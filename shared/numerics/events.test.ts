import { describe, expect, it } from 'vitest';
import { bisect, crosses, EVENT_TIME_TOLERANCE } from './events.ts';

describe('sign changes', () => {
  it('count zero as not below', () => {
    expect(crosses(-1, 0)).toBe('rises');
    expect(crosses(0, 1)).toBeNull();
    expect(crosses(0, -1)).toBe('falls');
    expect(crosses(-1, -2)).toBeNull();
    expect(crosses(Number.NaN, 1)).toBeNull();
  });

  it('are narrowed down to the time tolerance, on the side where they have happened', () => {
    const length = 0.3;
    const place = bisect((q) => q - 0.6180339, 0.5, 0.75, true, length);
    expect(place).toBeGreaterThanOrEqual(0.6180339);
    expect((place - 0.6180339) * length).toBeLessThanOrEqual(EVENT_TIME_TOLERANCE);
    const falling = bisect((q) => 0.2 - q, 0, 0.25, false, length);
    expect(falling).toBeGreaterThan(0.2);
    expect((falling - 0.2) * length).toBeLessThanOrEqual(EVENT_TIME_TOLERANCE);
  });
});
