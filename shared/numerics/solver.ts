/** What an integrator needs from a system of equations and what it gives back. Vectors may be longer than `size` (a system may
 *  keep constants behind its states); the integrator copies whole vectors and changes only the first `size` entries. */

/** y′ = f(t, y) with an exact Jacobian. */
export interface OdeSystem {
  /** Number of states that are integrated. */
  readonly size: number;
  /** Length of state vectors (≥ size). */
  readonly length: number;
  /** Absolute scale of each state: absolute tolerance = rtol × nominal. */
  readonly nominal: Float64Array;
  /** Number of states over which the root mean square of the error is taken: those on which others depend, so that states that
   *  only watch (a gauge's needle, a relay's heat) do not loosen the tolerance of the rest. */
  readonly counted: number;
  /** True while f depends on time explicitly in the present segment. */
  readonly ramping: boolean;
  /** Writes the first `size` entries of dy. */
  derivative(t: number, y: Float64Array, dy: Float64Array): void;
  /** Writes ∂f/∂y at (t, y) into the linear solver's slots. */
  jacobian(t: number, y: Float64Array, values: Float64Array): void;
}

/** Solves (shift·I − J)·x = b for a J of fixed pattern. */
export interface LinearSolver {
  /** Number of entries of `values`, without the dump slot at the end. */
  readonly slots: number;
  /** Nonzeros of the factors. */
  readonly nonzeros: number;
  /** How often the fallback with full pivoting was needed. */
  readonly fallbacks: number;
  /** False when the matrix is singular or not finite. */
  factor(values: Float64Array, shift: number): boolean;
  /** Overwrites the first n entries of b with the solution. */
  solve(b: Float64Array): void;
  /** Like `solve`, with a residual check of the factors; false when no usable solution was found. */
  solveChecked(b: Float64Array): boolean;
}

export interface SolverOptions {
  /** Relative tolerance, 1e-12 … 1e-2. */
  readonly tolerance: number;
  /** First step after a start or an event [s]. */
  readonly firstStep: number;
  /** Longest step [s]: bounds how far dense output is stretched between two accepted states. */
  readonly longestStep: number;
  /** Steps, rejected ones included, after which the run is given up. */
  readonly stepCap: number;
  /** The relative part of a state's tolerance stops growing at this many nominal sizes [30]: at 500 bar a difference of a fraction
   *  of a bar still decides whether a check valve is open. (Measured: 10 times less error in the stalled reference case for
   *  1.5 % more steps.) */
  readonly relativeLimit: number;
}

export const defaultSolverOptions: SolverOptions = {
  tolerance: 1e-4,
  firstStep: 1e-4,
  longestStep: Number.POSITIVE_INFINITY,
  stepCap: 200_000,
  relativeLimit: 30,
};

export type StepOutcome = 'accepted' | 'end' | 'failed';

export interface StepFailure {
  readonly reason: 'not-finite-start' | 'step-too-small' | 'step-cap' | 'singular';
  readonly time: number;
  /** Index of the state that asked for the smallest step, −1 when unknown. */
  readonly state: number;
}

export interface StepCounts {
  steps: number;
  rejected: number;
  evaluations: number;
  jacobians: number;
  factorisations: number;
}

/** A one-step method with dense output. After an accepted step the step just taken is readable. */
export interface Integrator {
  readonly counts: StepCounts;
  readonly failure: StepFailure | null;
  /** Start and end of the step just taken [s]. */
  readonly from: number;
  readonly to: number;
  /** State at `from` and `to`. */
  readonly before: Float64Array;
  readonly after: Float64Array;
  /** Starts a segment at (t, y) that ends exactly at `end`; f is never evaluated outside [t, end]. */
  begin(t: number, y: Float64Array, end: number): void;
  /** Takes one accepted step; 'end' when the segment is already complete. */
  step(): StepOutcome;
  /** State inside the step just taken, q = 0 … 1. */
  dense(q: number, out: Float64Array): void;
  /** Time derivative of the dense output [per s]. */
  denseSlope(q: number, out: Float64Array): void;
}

*Task details*
Please print exactly what appears from the first line of the data through the line with "fixed pattern. */", including both of those lines and nothing past them.

*Output for this exercise*
filename shared/numerics/events.test.ts
import { describe, expect, it } from 'vitest';
import { bisect, crosses, EVENT_TIME_TOLERANCE } from './events.ts';

describe('sign changes', () => {
  it('count zero as not below', () => {
    expect(crosses(-1, 0)).toBe('rises');
    expect(crosses(0, 1)).toBeNull();
    expect(crosses(0, -1)).toBe('falls');
    expect(crosses(-1, -2)).toBeNull();
    expect(crosses(Number.NaN, 1)).toBeNull();
  });

  it('are narrowed down to the time tolerance, on the side where they have happened', () => {
    const length = 0.3;
    const place = bisect((q) => q - 0.6180339, 0.5, 0.75, true, length);
    expect(place).toBeGreaterThanOrEqual(0.6180339);
    expect((place - 0.6180339) * length).toBeLessThanOrEqual(EVENT_TIME_TOLERANCE);
    const falling = bisect((q) => 0.2 - q, 0, 0.25, false, length);
    expect(falling).toBeGreaterThan(0.2);
    expect((falling - 0.2) * length).toBeLessThanOrEqual(EVENT_TIME_TOLERANCE);
  });
});
filename shared/numerics/solver.ts
/** What an integrator needs from a system of equations and what it gives back. Vectors may be longer than `size` (a system may
 *  keep constants behind its states); the integrator copies whole vectors and changes only the first `size` entries. */

/** y′ = f(t, y) with an exact Jacobian. */
export interface OdeSystem {
  /** Number of states that are integrated. */
  readonly size: number;
  /** Length of state vectors (≥ size). */
  readonly length: number;
  /** Absolute scale of each state: absolute tolerance = rtol × nominal. */
  readonly nominal: Float64Array;
  /** Number of states over which the root mean square of the error is taken: those on which others depend, so that states that
   *  only watch (a gauge's needle, a relay's heat) do not loosen the tolerance of the rest. */
  readonly counted: number;
  /** True while f depends on time explicitly in the present segment. */
  readonly ramping: boolean;
  /** Writes the first `size` entries of dy. */
  derivative(t: number, y: Float64Array, dy: Float64Array): void;
  /** Writes ∂f/∂y at (t, y) into the linear solver's slots. */
  jacobian(t: number, y: Float64Array, values: Float64Array): void;
}

/** Solves (shift·I − J)·x = b for a J of fixed pattern. */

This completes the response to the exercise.